[[ INFORMATION, beginning ]]

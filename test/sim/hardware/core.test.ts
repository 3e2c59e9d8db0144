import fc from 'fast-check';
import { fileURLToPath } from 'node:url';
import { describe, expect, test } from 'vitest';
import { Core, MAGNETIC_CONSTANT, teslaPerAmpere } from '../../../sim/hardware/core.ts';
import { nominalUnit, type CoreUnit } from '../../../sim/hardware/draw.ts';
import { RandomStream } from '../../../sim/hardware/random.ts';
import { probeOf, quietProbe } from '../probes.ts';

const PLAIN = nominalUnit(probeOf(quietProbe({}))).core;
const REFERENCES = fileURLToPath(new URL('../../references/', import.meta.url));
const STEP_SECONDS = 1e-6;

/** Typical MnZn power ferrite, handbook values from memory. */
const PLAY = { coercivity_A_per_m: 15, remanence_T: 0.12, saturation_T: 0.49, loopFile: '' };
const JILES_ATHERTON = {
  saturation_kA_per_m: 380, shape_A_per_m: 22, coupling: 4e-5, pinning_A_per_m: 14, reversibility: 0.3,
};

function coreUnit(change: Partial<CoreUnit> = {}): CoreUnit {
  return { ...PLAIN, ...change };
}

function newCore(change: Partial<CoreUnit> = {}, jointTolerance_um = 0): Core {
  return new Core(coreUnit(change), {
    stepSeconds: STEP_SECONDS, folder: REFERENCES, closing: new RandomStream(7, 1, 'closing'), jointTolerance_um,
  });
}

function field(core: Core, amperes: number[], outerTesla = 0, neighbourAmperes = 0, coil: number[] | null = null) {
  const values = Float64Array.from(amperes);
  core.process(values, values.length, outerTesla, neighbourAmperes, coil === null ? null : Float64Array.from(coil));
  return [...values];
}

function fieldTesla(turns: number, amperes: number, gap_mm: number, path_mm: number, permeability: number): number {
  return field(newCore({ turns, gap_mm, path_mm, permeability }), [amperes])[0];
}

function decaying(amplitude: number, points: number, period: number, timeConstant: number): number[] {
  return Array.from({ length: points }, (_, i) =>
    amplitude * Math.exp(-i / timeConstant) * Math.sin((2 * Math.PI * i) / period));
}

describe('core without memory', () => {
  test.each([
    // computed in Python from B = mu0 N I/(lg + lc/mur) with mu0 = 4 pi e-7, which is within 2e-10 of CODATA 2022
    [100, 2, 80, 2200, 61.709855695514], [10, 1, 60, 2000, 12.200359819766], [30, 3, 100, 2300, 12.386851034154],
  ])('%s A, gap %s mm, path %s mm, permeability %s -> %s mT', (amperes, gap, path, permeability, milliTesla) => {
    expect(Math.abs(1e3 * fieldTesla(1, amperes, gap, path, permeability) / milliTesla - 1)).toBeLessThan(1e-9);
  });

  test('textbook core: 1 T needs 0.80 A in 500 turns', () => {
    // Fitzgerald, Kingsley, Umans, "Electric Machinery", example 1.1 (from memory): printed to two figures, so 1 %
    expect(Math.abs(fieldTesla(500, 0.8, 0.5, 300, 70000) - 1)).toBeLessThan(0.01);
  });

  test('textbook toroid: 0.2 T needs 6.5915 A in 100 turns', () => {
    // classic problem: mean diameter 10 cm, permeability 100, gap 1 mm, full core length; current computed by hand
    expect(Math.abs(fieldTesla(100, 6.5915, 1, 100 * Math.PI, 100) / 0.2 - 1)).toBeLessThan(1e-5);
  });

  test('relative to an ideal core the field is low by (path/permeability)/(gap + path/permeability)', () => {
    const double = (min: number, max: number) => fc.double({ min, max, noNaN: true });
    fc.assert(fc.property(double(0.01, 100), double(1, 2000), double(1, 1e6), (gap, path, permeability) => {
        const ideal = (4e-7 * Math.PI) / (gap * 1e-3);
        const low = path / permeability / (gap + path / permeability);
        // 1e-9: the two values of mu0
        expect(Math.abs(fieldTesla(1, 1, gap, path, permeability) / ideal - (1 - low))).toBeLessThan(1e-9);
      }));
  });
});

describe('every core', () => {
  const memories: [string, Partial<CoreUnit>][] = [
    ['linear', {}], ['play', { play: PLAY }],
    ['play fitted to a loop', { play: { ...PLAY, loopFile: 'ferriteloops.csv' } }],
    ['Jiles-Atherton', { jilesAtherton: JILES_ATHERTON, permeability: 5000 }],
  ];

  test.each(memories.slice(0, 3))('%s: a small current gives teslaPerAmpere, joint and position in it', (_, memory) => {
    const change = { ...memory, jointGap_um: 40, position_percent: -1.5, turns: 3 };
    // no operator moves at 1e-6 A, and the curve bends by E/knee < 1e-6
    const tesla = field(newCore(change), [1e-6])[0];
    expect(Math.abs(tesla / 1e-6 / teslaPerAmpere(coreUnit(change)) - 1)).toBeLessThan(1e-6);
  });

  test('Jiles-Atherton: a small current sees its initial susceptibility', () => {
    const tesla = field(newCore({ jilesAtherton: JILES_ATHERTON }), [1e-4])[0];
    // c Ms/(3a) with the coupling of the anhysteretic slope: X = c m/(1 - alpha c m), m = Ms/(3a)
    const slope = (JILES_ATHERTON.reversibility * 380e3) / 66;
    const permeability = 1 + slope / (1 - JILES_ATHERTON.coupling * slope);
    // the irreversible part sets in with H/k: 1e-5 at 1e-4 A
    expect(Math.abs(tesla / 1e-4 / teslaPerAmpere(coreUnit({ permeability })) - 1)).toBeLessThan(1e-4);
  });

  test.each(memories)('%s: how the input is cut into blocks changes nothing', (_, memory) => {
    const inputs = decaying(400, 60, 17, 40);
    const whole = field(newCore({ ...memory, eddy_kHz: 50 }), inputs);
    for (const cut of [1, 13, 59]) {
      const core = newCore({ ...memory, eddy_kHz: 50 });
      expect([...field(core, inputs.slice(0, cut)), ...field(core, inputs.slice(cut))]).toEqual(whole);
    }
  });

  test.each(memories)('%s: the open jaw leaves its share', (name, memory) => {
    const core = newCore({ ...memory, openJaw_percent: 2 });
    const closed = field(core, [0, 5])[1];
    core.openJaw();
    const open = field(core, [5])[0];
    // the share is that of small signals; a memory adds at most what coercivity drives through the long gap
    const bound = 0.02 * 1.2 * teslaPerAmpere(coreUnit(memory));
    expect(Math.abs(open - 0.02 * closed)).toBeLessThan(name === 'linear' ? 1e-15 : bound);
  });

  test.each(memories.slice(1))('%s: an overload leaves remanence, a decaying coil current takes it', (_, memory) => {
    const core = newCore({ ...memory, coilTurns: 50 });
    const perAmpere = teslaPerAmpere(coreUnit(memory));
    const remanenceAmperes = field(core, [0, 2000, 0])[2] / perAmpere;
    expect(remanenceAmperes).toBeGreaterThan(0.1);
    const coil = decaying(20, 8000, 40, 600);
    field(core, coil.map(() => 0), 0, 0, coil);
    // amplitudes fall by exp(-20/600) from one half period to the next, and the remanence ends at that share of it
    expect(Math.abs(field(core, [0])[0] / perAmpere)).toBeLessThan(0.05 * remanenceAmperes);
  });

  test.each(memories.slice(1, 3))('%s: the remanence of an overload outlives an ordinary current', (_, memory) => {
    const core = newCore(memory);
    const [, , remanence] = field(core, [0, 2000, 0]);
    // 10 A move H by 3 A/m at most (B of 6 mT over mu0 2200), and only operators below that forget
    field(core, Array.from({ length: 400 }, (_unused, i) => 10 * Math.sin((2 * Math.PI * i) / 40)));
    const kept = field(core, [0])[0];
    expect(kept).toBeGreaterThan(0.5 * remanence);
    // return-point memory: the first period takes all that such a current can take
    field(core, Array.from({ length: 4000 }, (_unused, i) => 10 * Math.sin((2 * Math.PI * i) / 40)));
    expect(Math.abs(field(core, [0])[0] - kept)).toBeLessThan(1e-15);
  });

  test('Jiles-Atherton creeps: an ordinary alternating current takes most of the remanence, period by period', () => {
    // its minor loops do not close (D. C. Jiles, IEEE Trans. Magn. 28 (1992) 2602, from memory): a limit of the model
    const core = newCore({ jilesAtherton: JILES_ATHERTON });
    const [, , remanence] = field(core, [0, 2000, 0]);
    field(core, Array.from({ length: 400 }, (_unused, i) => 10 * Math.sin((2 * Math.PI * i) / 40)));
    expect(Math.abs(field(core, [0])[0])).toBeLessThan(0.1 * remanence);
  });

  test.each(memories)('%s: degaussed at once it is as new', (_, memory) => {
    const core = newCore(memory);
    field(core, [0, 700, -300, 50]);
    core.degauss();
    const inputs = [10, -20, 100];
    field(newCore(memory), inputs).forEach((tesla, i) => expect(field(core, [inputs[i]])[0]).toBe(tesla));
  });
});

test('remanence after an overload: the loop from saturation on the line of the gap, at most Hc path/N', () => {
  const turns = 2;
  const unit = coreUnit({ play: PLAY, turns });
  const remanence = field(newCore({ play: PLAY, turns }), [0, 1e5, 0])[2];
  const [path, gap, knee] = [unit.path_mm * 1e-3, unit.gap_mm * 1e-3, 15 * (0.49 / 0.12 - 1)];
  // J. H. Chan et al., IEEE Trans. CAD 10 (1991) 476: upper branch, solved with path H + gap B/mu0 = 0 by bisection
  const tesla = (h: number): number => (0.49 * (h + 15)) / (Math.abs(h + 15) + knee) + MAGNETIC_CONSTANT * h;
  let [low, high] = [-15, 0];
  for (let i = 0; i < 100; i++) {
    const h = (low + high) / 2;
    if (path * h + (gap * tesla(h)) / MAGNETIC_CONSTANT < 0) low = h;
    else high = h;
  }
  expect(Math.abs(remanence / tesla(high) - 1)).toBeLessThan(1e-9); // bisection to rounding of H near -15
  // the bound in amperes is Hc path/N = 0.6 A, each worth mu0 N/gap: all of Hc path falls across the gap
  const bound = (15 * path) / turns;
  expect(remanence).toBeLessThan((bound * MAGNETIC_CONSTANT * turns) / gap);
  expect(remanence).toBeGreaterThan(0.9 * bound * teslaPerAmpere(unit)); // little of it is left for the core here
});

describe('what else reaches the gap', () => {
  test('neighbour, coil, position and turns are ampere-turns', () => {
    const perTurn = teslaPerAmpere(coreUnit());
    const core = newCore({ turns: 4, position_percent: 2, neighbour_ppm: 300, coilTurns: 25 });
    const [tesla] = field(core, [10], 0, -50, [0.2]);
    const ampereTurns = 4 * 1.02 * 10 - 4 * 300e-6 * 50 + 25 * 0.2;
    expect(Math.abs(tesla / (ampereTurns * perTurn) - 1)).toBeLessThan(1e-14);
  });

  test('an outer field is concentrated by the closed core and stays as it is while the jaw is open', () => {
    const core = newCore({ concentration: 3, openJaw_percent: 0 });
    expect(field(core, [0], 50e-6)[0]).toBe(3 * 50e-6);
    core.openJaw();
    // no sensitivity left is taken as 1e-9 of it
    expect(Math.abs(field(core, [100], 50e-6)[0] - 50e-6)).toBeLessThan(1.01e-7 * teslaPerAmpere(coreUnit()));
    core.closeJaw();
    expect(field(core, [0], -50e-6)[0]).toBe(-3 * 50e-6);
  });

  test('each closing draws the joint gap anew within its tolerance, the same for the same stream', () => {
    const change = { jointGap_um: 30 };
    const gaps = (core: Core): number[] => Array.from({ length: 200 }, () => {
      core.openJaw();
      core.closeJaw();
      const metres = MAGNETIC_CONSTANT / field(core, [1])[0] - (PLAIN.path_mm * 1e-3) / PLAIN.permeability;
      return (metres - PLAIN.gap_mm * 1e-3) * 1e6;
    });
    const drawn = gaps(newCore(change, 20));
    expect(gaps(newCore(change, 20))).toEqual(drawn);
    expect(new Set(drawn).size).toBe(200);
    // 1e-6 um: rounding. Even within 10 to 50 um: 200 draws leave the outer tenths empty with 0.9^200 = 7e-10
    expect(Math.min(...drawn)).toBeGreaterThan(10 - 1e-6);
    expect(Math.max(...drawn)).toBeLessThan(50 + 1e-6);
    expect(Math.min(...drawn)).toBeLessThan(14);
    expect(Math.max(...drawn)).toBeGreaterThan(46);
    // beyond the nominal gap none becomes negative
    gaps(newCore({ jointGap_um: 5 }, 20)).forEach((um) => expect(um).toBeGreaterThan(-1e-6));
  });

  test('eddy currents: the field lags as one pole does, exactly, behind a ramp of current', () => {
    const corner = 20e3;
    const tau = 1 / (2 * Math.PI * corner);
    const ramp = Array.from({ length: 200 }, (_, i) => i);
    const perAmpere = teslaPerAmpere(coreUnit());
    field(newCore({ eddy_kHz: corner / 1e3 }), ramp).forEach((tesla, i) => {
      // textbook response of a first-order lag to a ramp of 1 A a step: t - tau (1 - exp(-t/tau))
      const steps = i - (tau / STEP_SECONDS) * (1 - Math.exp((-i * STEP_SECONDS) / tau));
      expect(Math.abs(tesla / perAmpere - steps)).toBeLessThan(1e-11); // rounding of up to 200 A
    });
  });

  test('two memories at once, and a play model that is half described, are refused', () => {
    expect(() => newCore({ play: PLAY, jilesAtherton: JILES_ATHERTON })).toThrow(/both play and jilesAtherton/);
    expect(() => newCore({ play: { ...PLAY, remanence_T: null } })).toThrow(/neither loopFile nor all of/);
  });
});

[[ INFORMATION, end ]]

▸ TO DO: Would you show each line of the listing above that has the string "perTurn"?

▸ ANSWER BELOW:
    const perTurn = teslaPerAmpere(coreUnit());
    expect(Math.abs(tesla / (ampereTurns * perTurn) - 1)).toBeLessThan(1e-14);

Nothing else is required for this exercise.